PARTIAL Analysis of Relations in Tasks of Inversion for Algorithmic Leverage

The solution of inverse problems forms a crucial part of many modern technologies, such as medical and astronomical imaging devices. We want to obtain from possibly very limited and corrupt measurements, a good description of the phenomenon under study. Often this description takes the form of an image, as we humans like to process visual information, but it can also take many other forms, such as the location of an earthquake, the source of a sound, or the detection of a planet.

As physical technologies improve, and become more widespread, we are faced with increased amounts of data, as well as the need to process them into higher-quality results, such as higher-resolution images. We would also like to produce the results with as little energy as possible, and ideally in real time, instead of waiting computers to crunch numbers for hours after the measurement was taken. For this we need really good optimisation algorithms: instructions for a computer to find the point where a mathematical function reaches its smallest value, akin to the lowest part of a valley among mountains. This is because the solutions we are looking are such minimising points of suitable functions modelling our inverse problem.

The objective of the proposed project is to develop efficient optimisation algorithms for the solution of large-scale inverse problems. This will be based on a study to gain a better understanding into the stability of the solutions to these problems under perturbations of the measurements and the parameters of the model. Besides inverse problems, our work will be applicable to a diverse range of disciplines from financial planning to machine learning.

The solution of large-scale optimisation problems forms a crucial part of many modern technologies, including financial planning, autonomous and intelligent devices based on machine learning, as well as modern imaging devices from medicine and industry to astronomy and security. In imaging, optimisation surfaces through the need to solve an inverse problem to produce the image from limited or corrupt measurements in a non-image measurement domain.

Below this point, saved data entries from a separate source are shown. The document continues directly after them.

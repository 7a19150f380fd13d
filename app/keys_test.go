package main

import (
	"os"
	"strings"

	"testing"

	"fyne.io/fyne/v2"
	"fyne.io/fyne/v2/driver/desktop"
	"fyne.io/fyne/v2/test"

	"kinetarium/network"
)

// pressKey delivers Ctrl (with Shift when shift is set) and key to the
// window the way Fyne's desktop driver does (internal/driver/glfw,
// window.triggersShortcut in Fyne v2.7): Ctrl+Z and Ctrl+Y arrive as
// Fyne's own fyne.ShortcutUndo and fyne.ShortcutRedo, any other
// combination as a desktop.CustomShortcut; a main-menu item whose shortcut
// has the same name runs first, otherwise the canvas's shortcuts.
func pressKey(w *mainWindow, key fyne.KeyName, shift bool) {
	mod := fyne.KeyModifierShortcutDefault
	var sc fyne.Shortcut
	switch {
	case !shift && key == fyne.KeyZ:
		sc = &fyne.ShortcutUndo{}
	case !shift && key == fyne.KeyY:
		sc = &fyne.ShortcutRedo{}
	default:
		if shift {
			mod |= fyne.KeyModifierShift
		}
		sc = &desktop.CustomShortcut{KeyName: key, Modifier: mod}
	}
	for _, m := range w.mainMenu.Items {
		for _, it := range m.Items {
			if it.Shortcut != nil && it.Shortcut.ShortcutName() == sc.ShortcutName() && it.Action != nil {
				it.Action()
				return
			}
		}
	}
	w.win.Canvas().(fyne.Shortcutable).TypedShortcut(sc)
}

// Ctrl+Z undoes and Ctrl+Y and Ctrl+Shift+Z redo an edit of the model,
// though Fyne turns Ctrl+Z and Ctrl+Y into its own undo and redo
// shortcuts; the menu names the keys that work.
func TestUndoRedoKeys(t *testing.T) {
	a := test.NewTempApp(t)
	w := newMainWindow(a, true)
	defer w.win.Close()
	w.autoRerun = false
	onUI(func() { w.setModel(tuneDecayModel(), "") })
	edit := func() {
		w.doc.Apply("edit k", func(m *network.Model) { m.Parameters[0].Value = 3 })
	}
	k := func() float64 { return w.doc.Model().Parameters[0].Value }
	onUI(func() {
		edit()
		pressKey(w, fyne.KeyZ, false)
		if k() != 0.7 {
			t.Fatalf("after Ctrl+Z k = %g, want 0.7 (the edit undone)", k())
		}
		pressKey(w, fyne.KeyY, false)
		if k() != 3 {
			t.Fatalf("after Ctrl+Y k = %g, want 3 (the edit redone)", k())
		}
		pressKey(w, fyne.KeyZ, false)
		pressKey(w, fyne.KeyZ, true)
		if k() != 3 {
			t.Fatalf("after Ctrl+Z, Ctrl+Shift+Z k = %g, want 3 (the edit redone)", k())
		}
	})
	for _, it := range w.mainMenu.Items[1].Items {
		ks, ok := it.Shortcut.(fyne.KeyboardShortcut)
		if !ok {
			t.Errorf("Edit ▸ %s names no key", it.Label)
			continue
		}
		if want := map[string]fyne.KeyName{"Undo": fyne.KeyZ, "Redo": fyne.KeyY}[it.Shortcut.ShortcutName()]; ks.Key() != want {
			t.Errorf("Edit ▸ %s names key %s (shortcut %q), want the undo or redo key", it.Label, ks.Key(), it.Shortcut.ShortcutName())
		}
	}
}

// README names the key that the Run menu shows for Simulate.
func TestReadmeNamesSimulateKey(t *testing.T) {
	a := test.NewTempApp(t)
	w := newMainWindow(a, true)
	defer w.win.Close()
	var sim *fyne.MenuItem
	for _, it := range w.mainMenu.Items[2].Items {
		if it.Label == "Simulate" {
			sim = it
		}
	}
	if sim == nil {
		t.Fatal("no Run ▸ Simulate")
	}
	key := string(sim.Shortcut.(*desktop.CustomShortcut).KeyName)
	b, err := os.ReadFile("../README.md")
	if err != nil {
		t.Fatal(err)
	}
	want := "Simulate (Ctrl+" + key
	if !strings.Contains(string(b), want) {
		t.Errorf("README does not contain %q, the key the menu shows", want)
	}
	if got := w.plot.placeholder.Text; !strings.Contains(got, want) {
		t.Errorf("the empty figure says %q, not the key the menu shows (%q)", got, want)
	}
}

As the involved physical technologies improve-e.g., devices for magnetic resonance imaging, electrical impedance tomography, computed tomography, electron and optical microscopes-and their use becomes more widespread, we are faced with increased amounts of data, as well as the need to process the data into higher-quality results, such as higher-resolution images, or an otherwise better understanding of the world. We would also like to produce the results with as little energy as possible, and fast, ideally in real time, instead of waiting computers to crunch numbers for hours after the measurement was taken. For this we need really good optimisation algorithms.

The objective of the proposed project is to develop such efficient optimisation algorithms, with focus on the solution of large-scale and PDE-constrained inverse problems. The eventual beneficiaries of the project will include everyone who uses technologies incorporating their solution. From the enhancement of digital pictures taken in poor lighting conditions, to the processing and automated understanding of images coming from devices for medical, industrial, and security imaging, as well as satellites and space exploration probes, these technologies are ever more widespread. The beneficiaries therefore range from consumers to doctors, from scientists to patients, and from travellers to the industry. Eventually, the outcomes of the proposed project will therefore foster the health and quality of life of the population, and improve industrial processes.

Secondly, this project will benefit the UK's initiative on Big Data. While our focus is on optimisation methods for inverse problems, our work will be beneficial to the solution of a wider range of large-scale optimisation problems, from financial planning to machine learning, the latter having applications from personal assistants to automated medicine. Our work will benefit a plethora of areas of modern society. Moreover, randomised algorithms form the very basis of quantum computing. As quantum computers become practical in the coming years, the stochastic aspects of the our research are likely to reach their full potential. In this way the project will help create new technologies, companies, and wealth in both the near and the more distant future.